Do other people have the same problem too? How do you get around that?


----------



## cherrie_b (Dec 14, 2008)

Could you build her an outdoor run? That will give her the freedom she craves but keep her safe from predators at the same time.


----------



## Lupin&co (Sep 12, 2009)

We had a three-legged cat when I was growing up who went outside quite safely and happily. She even caught a giant seagull once! I would say it depends on your area & her temperament.


----------



## Vic81 (Jan 27, 2009)

Timmy had his right hind leg removed by a dog 2 years ago (when he lived with his previous owner). You can't grab him or pick him up but he loves fusses and did eventually get used to a harness. I don't put it on him at the flat as he goes out on the balcony and doesn't try to jump up but when he goes to my mum and dad's and when I move to a house with a garden, I will put him in a harness, he hates the lead and he goes as flat as a pancake but he soon forgets about it when he's able to explore. The centre where I got him from had cat proofed fencing so the amputee cats couldn't get out but one who had a foreleg missing still used to escape as she could still jump high enough lol I never thought Timmy would accept a harness, but he's done really well especially as he know's it means he can go out and play (just like a dog with its lead really) lol


----------



## Fairouzeh (Apr 20, 2010)

Good to hear Timmy is doing well too. We have the opposite with Panda - she never used to let us pick her up and now she absolutely loves being picked up for a cuddle. She comes over to you and meows until she gets her way.

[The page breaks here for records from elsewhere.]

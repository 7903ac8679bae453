package gen

import (
	"math"
	"math/bits"
	"math/rand/v2"
	"sync"

	"pgregory.net/rapid"
)

// Unbiased randomness drawn through rapid.
//
// rapid's integer generators lean on purpose toward small and boundary
// values: rapid.Uint64 (v1.3.0) first draws a bit length from a geometric
// law with mean about 17, so roughly one draw in 17 is 0 or 1 (read from
// rapid's utils.go, genUintNBiased). That is what a property test wants for
// sizes, but a sampler that must follow an exact law (Haar, uniform over the
// Clifford group, the user's gate weights) would inherit the lean and return
// the same few values again and again.
//
// This file draws without that lean from two rapid generators:
//
//   - rapid.Bool reads exactly one bit of rapid's random stream. Small ranges
//     (up to 8 values) are drawn bit by bit, with rejection.
//   - rapid.Float64Range(2^52, 2^52+n+1) spans a single binade, where the
//     float64 values are the integers. rapid fixes the exponent and draws the
//     significand unbiased, with rejection, as one block of its stream
//     (floats.go, genUfloatRange, the case minExp == maxExp) except in two
//     cases it uses to reach the ends of a range: about one draw in 9 is
//     exactly the minimum and one in 40 exactly the maximum (the overflow
//     flags of genUintNBiased for the exponent). Rejecting both ends leaves
//     an integer uniform on the n values between them. A draw then costs the
//     shrinker one group instead of one per bit.
//
// The statistical tests of this package check these claims on values drawn
// inside rapid.Check (they fail if the ends are not rejected). rapid's
// shrinker lowers recorded blocks toward zero, so every value built here
// shrinks toward index 0 or seed 0.

// bit is rapid's one-bit generator.
var bit = rapid.Bool()

// binade is 2^52: from there to 2^53 the float64 values are the integers.
const binade = 1 << 52

// below caches the generators of drawBelow by range size.
var below sync.Map // int → *rapid.Generator[float64]

// drawBelow returns an integer uniform on [0, n) for 1 ≤ n ≤ 2^52 − 2 (0 for
// n ≤ 1, with nothing drawn). It shrinks toward 0.
func drawBelow(t *rapid.T, n int) int {
	switch {
	case n <= 1:
		return 0
	case n <= 8:
		k := bits.Len(uint(n - 1))
		for {
			u := 0
			for range k {
				u <<= 1
				if bit.Draw(t, "bit") {
					u |= 1
				}
			}
			if u < n {
				return u
			}
		}
	}
	g, ok := below.Load(n)
	if !ok {
		g, _ = below.LoadOrStore(n, rapid.Float64Range(binade, binade+float64(n+1)))
	}
	for {
		v := int(g.(*rapid.Generator[float64]).Draw(t, "index") - binade)
		if v > 0 && v <= n {
			return v - 1
		}
	}
}

// drawUint64 returns 64 uniform, independent bits.
func drawUint64(t *rapid.T) uint64 {
	hi := uint64(drawBelow(t, math.MaxUint32+1))
	lo := uint64(drawBelow(t, math.MaxUint32+1))
	return hi<<32 | lo
}

// drawWeighted returns index i with probability weights[i]/Σweights, every
// weight ≥ 0 and their sum positive. Lower indices are where it shrinks to.
func drawWeighted(t *rapid.T, weights []int) int {
	total := 0
	for _, w := range weights {
		total += w
	}
	r := drawBelow(t, total)
	for i, w := range weights {
		if r < w {
			return i
		}
		r -= w
	}
	panic("gen: unreachable: weights changed during a draw")
}

// sourceStream is the second PCG word. Any fixed odd constant serves; this one
// is the 64-bit golden-ratio constant, common practice for seeding.
const sourceStream = 0x9e3779b97f4a7c15

// drawSource returns a private PCG generator seeded by 64 uniform bits drawn
// through rapid. Samplers that need many continuous variates (Gaussian
// entries of a Haar matrix) read them from it: each variate then follows its
// law exactly, whatever rapid's biases, and shrinking moves the seed toward 0,
// whose output is as Haar-distributed as any other seed's.
func drawSource(t *rapid.T) *rand.Rand {
	return rand.New(rand.NewPCG(drawUint64(t), sourceStream))
}
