//go:build !unix

package gen

import "testing"

// reportCPU reports nothing where the process's CPU time is not available.
func reportCPU(b *testing.B) func() { return func() {} }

I've tried again with the harness now and although she initially made an enormous fuss, after a while she stopped vocalising her disapproval and started trying to remove it. She has now tired herself out and is sleeping.

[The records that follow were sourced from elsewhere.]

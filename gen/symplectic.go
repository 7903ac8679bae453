package gen

import "pgregory.net/rapid"

// pauli is a Pauli operator up to sign, as a vector over F_2: X on qubit q
// when x[q], Z when z[q], Y when both.
type pauli struct{ x, z []bool }

func newPauli(n int) pauli { return pauli{x: make([]bool, n), z: make([]bool, n)} }

// symplectic returns ⟨p, r⟩ = Σ_q p.x[q]·r.z[q] + p.z[q]·r.x[q] mod 2:
// 1 when the two Paulis anticommute.
func symplectic(p, r pauli) bool {
	var s bool
	for q := range p.x {
		s = s != (p.x[q] && r.z[q]) != (p.z[q] && r.x[q])
	}
	return s
}

// cliffordOp is one gate of a Clifford circuit: h, s or cx (symplectic
// sweeps) or a Pauli x, y, z.
type cliffordOp struct {
	name   string
	qubits []int
}

// cliffordOps is a gate list in time order.
type cliffordOps []cliffordOp

// conjugate updates p to the Pauli that op sends it to (up to sign), by the
// conjugation rules of Aaronson & Gottesman, Phys. Rev. A 70, 052328 (2004),
// §III: h swaps x and z; s adds x into z; cx(c, t) adds x_c into x_t and
// z_t into z_c. Paulis change signs only, so they leave p alone.
func conjugate(p pauli, op cliffordOp) {
	switch op.name {
	case "h":
		q := op.qubits[0]
		p.x[q], p.z[q] = p.z[q], p.x[q]
	case "s":
		q := op.qubits[0]
		p.z[q] = p.z[q] != p.x[q]
	case "cx":
		c, t := op.qubits[0], op.qubits[1]
		p.x[t] = p.x[t] != p.x[c]
		p.z[c] = p.z[c] != p.z[t]
	}
}

// drawClifford draws a uniform Clifford on n qubits (see Clifford) and
// returns its gates in time order.
func drawClifford(t *rapid.T, n int) cliffordOps {
	var paulis cliffordOps
	for q := range n {
		x, z := bit.Draw(t, "x"), bit.Draw(t, "z")
		switch {
		case x && z:
			paulis = append(paulis, cliffordOp{"y", []int{q}})
		case x:
			paulis = append(paulis, cliffordOp{"x", []int{q}})
		case z:
			paulis = append(paulis, cliffordOp{"z", []int{q}})
		}
	}
	sweeps := make([]cliffordOps, n)
	for k := range n {
		v, w := drawPair(t, n, k)
		sweeps[k] = sweep(v, w, k)
	}
	// U = B_0^† B_1^† ⋯ B_{n−1}^† · P: the Paulis act first, then the inverse
	// sweeps from the last qubit back to the first. Every sweep gate is its
	// own inverse as a symplectic map, and signs are left to the Pauli layer,
	// so B_k^† is B_k's gates reversed.
	ops := paulis
	for k := n - 1; k >= 0; k-- {
		for i := len(sweeps[k]) - 1; i >= 0; i-- {
			ops = append(ops, sweeps[k][i])
		}
	}
	return ops
}

// drawPair draws an anticommuting pair (v, w) of Paulis supported on qubits
// k..n−1, uniform over all such pairs, mapping all-zero bits to (X_k, Z_k).
func drawPair(t *rapid.T, n, k int) (v, w pauli) {
	for {
		v = drawPauli(t, n, k)
		v.x[k] = !v.x[k] // XOR with X_k: zero bits give X_k
		if !isIdentity(v) {
			break
		}
	}
	w = drawPauli(t, n, k)
	w.z[k] = !w.z[k] // XOR with Z_k: zero bits give Z_k
	if !symplectic(v, w) {
		// XOR with a partner f of v (⟨v, f⟩ = 1) flips the form: u ↦ w is
		// two-to-one onto the pairs, so w stays uniform.
		for q := k; q < n; q++ {
			if v.x[q] {
				w.z[q] = !w.z[q]
				break
			}
			if v.z[q] {
				w.x[q] = !w.x[q]
				break
			}
		}
	}
	return v, w
}

// drawPauli draws a uniform Pauli on qubits k..n−1 (identity elsewhere).
func drawPauli(t *rapid.T, n, k int) pauli {
	p := newPauli(n)
	for q := k; q < n; q++ {
		p.x[q] = bit.Draw(t, "x")
		p.z[q] = bit.Draw(t, "z")
	}
	return p
}

func isIdentity(p pauli) bool {
	for q := range p.x {
		if p.x[q] || p.z[q] {
			return false
		}
	}
	return true
}

// sweep returns gates on qubits k..n−1 that carry the anticommuting pair
// (v, w) to (X_k, Z_k) up to sign. v and w are overwritten.
func sweep(v, w pauli, k int) cliffordOps {
	n := len(v.x)
	var ops cliffordOps
	apply := func(name string, qubits ...int) {
		op := cliffordOp{name, qubits}
		conjugate(v, op)
		conjugate(w, op)
		ops = append(ops, op)
	}
	// v: turn every factor into X (Z by h, Y by s) …
	for q := k; q < n; q++ {
		switch {
		case v.z[q] && !v.x[q]:
			apply("h", q)
		case v.z[q] && v.x[q]:
			apply("s", q)
		}
	}
	// … bring an X onto qubit k, then clear the others with cx from k.
	if !v.x[k] {
		for q := k + 1; q < n; q++ {
			if v.x[q] {
				apply("cx", q, k)
				break
			}
		}
	}
	for q := k + 1; q < n; q++ {
		if v.x[q] {
			apply("cx", k, q)
		}
	}
	// w anticommutes with v = X_k, so it has Z or Y on qubit k. Turn its other
	// factors into Z, clear them with cx onto k (which fixes X_k), and turn a
	// Y_k into Z_k with h·s·h, which fixes X_k.
	for q := k + 1; q < n; q++ {
		switch {
		case w.x[q] && !w.z[q]:
			apply("h", q)
		case w.x[q] && w.z[q]:
			apply("s", q)
			apply("h", q)
		}
	}
	for q := k + 1; q < n; q++ {
		if w.z[q] {
			apply("cx", q, k)
		}
	}
	if w.x[k] {
		apply("h", k)
		apply("s", k)
		apply("h", k)
	}
	return ops
}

You never have problems with him on the balcony? My mother has been asking me about that as my other cat is with her in an apartment and she wants him to go on the balcony but is worried he will jump off it or accidentally fall.


----------



## Masiey1 (Apr 17, 2010)

One of our old neigbhours used to have a 3 legged cat he still went out & seemed to do fine but we do live in a quiet cauldesac. Maybe if she wants to go out you could try her in the garden a see how she gets on.


----------



## HoneyFern (Aug 27, 2009)

I think it depends on your cat and how easy it is to get out of your garden. I've known some who physically couldn't get over a fence so they've been fine to let out but one or two have been a bit to active to risk it. 

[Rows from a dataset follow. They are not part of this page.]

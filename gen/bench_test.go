package gen

import (
	"math/rand/v2"
	"testing"

	"pgregory.net/rapid"
)

// Benchmarks. Run briefly on a shared machine, e.g.
//
//	go test -run='^$' -bench=. -benchtime=1x ./gen/        (the 10-qubit pair)
//	go test -run='^$' -bench=Circuit -benchtime=2000x ./gen/

// BenchmarkHaarUnitary10 draws a 10-qubit Haar unitary through rapid: seed
// bits, 2^21 Gaussian variates, the QR and the phase fix.
func BenchmarkHaarUnitary10(b *testing.B) {
	g := Unitary(10)
	for i := 0; b.Loop(); i++ {
		g.Example(i)
	}
}

// BenchmarkHouseholderQR10 is the QR alone on a 1024×1024 complex Gaussian
// matrix, the cost BenchmarkHaarUnitary10 rests on.
func BenchmarkHouseholderQR10(b *testing.B) { benchmarkQR(b, 1024) }

// BenchmarkHouseholderQR8 is the QR on a 256×256 matrix, quick enough to
// compare code changes on a busy machine.
func BenchmarkHouseholderQR8(b *testing.B) { benchmarkQR(b, 256) }

func benchmarkQR(b *testing.B, d int) {
	rng := rand.New(rand.NewPCG(1, 1))
	a := make([]complex128, d*d)
	work := make([]complex128, d*d)
	for i := range a {
		a[i] = complex(rng.NormFloat64(), rng.NormFloat64())
	}
	for b.Loop() {
		copy(work, a)
		householderQR(work, d)
	}
}

// BenchmarkCircuit3x30 draws a 3-qubit circuit of exactly 30 ops from the
// default gate set with motifs.
func BenchmarkCircuit3x30(b *testing.B) {
	g := Circuit(Options{Qubits: 3, MinOps: 30, MaxOps: 30})
	for i := 0; b.Loop(); i++ {
		g.Example(i)
	}
}

// BenchmarkCircuit3x30InCheck is the same draw inside rapid.Check, where
// rapid also records every draw for shrinking.
func BenchmarkCircuit3x30InCheck(b *testing.B) {
	g := Circuit(Options{Qubits: 3, MinOps: 30, MaxOps: 30})
	n := 0
	rapid.Check(b, func(t *rapid.T) {
		for range b.N / 100 {
			g.Draw(t, "c")
			n++
		}
	})
}

// BenchmarkClifford5 draws a uniform 5-qubit Clifford circuit.
func BenchmarkClifford5(b *testing.B) {
	g := Clifford(5)
	for i := 0; b.Loop(); i++ {
		g.Example(i)
	}
}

Currently I have a three legged cat who we do let out, as she can't jump any higher than onto a chair she's fine.


----------



## Vic81 (Jan 27, 2009)

Fairouzeh said:


> Good to hear Timmy is doing well too. We have the opposite with Panda - she never used to let us pick her up and now she absolutely loves being picked up for a cuddle. She comes over to you and meows until she gets her way.
> 
> I've tried again with the harness now and although she initially made an enormous fuss, after a while she stopped vocalising her disapproval and started trying to remove it. She has now tired herself out and is sleeping.
> 
> You never have problems with him on the balcony? My mother has been asking me about that as my other cat is with her in an apartment and she wants him to go on the balcony but is worried he will jump off it or accidentally fall.


She will eventually give up fighting the harness especially when she knows wearing it means she can go outside.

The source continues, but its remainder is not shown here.